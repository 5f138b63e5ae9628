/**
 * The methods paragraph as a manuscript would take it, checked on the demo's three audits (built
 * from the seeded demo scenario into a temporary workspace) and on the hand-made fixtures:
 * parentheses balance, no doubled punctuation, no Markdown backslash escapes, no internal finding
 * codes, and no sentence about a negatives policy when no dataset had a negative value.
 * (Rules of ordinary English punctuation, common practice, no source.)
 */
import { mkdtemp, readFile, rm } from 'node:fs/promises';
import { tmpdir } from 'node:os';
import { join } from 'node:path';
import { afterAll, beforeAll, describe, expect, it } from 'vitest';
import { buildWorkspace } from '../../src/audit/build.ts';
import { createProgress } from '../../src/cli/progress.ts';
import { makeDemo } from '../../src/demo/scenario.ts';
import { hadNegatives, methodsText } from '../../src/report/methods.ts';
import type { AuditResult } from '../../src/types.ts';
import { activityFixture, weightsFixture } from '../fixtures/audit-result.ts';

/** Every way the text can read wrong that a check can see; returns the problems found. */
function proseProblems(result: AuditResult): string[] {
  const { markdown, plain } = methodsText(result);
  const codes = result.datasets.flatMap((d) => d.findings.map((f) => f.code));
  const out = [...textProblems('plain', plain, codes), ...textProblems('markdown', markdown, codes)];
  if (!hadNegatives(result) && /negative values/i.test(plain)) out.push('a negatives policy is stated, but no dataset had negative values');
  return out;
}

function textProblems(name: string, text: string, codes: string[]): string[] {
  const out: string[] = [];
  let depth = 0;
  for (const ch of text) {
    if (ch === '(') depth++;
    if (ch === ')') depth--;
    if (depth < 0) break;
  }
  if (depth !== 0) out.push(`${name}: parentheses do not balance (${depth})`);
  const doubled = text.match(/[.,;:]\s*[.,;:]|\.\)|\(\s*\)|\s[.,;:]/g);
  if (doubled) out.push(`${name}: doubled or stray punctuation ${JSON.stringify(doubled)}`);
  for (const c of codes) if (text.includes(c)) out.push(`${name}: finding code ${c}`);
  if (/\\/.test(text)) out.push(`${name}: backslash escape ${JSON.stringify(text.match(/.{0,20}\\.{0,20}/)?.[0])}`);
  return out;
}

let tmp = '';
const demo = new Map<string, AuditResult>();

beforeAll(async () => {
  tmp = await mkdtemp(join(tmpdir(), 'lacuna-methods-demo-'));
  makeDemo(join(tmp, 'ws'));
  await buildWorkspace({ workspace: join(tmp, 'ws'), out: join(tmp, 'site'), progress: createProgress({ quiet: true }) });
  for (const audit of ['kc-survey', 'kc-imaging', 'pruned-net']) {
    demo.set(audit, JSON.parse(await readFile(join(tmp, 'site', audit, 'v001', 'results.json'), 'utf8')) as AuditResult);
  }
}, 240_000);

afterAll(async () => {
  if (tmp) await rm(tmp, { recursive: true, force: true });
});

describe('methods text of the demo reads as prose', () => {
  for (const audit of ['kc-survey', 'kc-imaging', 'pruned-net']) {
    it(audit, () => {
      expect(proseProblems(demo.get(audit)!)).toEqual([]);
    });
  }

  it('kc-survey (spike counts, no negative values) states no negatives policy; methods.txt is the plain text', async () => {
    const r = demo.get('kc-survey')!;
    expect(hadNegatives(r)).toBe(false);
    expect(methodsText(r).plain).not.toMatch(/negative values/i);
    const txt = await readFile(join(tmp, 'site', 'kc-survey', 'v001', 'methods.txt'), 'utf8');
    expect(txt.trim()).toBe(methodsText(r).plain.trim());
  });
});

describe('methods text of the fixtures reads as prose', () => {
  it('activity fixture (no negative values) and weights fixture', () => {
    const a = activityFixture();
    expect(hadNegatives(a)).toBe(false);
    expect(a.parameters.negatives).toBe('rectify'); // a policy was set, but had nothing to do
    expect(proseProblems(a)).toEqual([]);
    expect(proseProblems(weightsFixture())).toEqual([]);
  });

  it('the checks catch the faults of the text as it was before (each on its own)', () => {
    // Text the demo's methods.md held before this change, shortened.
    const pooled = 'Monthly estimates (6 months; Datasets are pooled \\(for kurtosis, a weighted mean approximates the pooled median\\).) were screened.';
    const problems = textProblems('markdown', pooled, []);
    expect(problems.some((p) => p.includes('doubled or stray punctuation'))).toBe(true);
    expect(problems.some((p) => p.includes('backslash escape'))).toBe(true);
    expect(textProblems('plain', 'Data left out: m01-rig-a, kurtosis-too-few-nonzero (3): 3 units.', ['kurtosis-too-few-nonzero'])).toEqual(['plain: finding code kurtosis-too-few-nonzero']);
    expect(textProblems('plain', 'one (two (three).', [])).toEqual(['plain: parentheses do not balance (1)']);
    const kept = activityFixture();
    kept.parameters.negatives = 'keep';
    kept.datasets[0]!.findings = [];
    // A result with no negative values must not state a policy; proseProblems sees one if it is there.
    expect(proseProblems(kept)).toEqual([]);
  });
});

### Exercise aim
Set down exactly the lines that begin the records and continue through the line bearing "from the seeded"; include both ends.

### Written answer
repository 5f138b63e5ae9628
/**
 * The methods paragraph as a manuscript would take it, checked on the demo's three audits (built
 * from the seeded demo scenario into a temporary workspace) and on the hand-made fixtures:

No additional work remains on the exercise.